# [THE PROBLEM]
Transcribe the data below in full, exactly.

(Stored data)
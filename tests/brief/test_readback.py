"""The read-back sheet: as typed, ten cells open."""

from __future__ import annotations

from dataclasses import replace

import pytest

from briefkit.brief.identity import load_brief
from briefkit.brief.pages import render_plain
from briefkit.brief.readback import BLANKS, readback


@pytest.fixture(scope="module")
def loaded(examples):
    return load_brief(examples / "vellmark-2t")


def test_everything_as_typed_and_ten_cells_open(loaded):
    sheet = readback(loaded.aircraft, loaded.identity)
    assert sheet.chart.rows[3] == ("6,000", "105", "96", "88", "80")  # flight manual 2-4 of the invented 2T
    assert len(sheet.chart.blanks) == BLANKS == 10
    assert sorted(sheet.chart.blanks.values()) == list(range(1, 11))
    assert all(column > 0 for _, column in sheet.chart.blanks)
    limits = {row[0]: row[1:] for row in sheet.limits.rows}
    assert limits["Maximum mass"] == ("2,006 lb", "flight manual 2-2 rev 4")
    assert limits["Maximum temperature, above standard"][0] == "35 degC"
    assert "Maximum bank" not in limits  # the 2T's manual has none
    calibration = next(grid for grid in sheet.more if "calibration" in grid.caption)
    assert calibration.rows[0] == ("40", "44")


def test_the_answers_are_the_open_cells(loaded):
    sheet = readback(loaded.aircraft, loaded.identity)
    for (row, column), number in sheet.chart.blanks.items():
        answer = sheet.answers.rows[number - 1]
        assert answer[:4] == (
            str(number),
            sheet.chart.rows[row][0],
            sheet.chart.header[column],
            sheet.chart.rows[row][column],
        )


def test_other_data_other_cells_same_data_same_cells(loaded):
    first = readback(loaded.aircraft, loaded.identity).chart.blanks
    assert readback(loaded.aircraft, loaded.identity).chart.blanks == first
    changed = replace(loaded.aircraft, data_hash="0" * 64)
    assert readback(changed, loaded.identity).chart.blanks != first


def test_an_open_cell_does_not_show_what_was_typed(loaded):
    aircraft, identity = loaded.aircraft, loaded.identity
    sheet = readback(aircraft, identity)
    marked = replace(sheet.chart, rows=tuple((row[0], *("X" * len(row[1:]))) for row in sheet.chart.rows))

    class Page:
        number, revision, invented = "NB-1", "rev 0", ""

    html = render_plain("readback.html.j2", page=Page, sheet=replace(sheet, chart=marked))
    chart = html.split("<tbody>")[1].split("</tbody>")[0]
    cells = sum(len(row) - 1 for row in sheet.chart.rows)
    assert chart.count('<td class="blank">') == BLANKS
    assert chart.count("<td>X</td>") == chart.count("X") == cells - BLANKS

# [EXERCISE ANSWER]
filename tests/brief/test_readback.py
"""The read-back sheet: as typed, ten cells open."""

from __future__ import annotations

from dataclasses import replace

import pytest

from briefkit.brief.identity import load_brief
from briefkit.brief.pages import render_plain
from briefkit.brief.readback import BLANKS, readback


@pytest.fixture(scope="module")
def loaded(examples):
    return load_brief(examples / "vellmark-2t")


def test_everything_as_typed_and_ten_cells_open(loaded):
    sheet = readback(loaded.aircraft, loaded.identity)
    assert sheet.chart.rows[3] == ("6,000", "105", "96", "88", "80")  # flight manual 2-4 of the invented 2T
    assert len(sheet.chart.blanks) == BLANKS == 10
    assert sorted(sheet.chart.blanks.values()) == list(range(1, 11))
    assert all(column > 0 for _, column in sheet.chart.blanks)
    limits = {row[0]: row[1:] for row in sheet.limits.rows}
    assert limits["Maximum mass"] == ("2,006 lb", "flight manual 2-2 rev 4")
    assert limits["Maximum temperature, above standard"][0] == "35 degC"
    assert "Maximum bank" not in limits  # the 2T's manual has none
    calibration = next(grid for grid in sheet.more if "calibration" in grid.caption)
    assert calibration.rows[0] == ("40", "44")


def test_the_answers_are_the_open_cells(loaded):
    sheet = readback(loaded.aircraft, loaded.identity)
    for (row, column), number in sheet.chart.blanks.items():
        answer = sheet.answers.rows[number - 1]
        assert answer[:4] == (
            str(number),
            sheet.chart.rows[row][0],
            sheet.chart.header[column],
            sheet.chart.rows[row][column],
        )


def test_other_data_other_cells_same_data_same_cells(loaded):
    first = readback(loaded.aircraft, loaded.identity).chart.blanks
    assert readback(loaded.aircraft, loaded.identity).chart.blanks == first
    changed = replace(loaded.aircraft, data_hash="0" * 64)
    assert readback(changed, loaded.identity).chart.blanks != first


def test_an_open_cell_does_not_show_what_was_typed(loaded):
    aircraft, identity = loaded.aircraft, loaded.identity
    sheet = readback(aircraft, identity)
    marked = replace(sheet.chart, rows=tuple((row[0], *("X" * len(row[1:]))) for row in sheet.chart.rows))

    class Page:
        number, revision, invented = "NB-1", "rev 0", ""

    html = render_plain("readback.html.j2", page=Page, sheet=replace(sheet, chart=marked))
    chart = html.split("<tbody>")[1].split("</tbody>")[0]
    cells = sum(len(row) - 1 for row in sheet.chart.rows)
    assert chart.count('<td class="blank">') == BLANKS
    assert chart.count("<td>X</td>") == chart.count("X") == cells - BLANKS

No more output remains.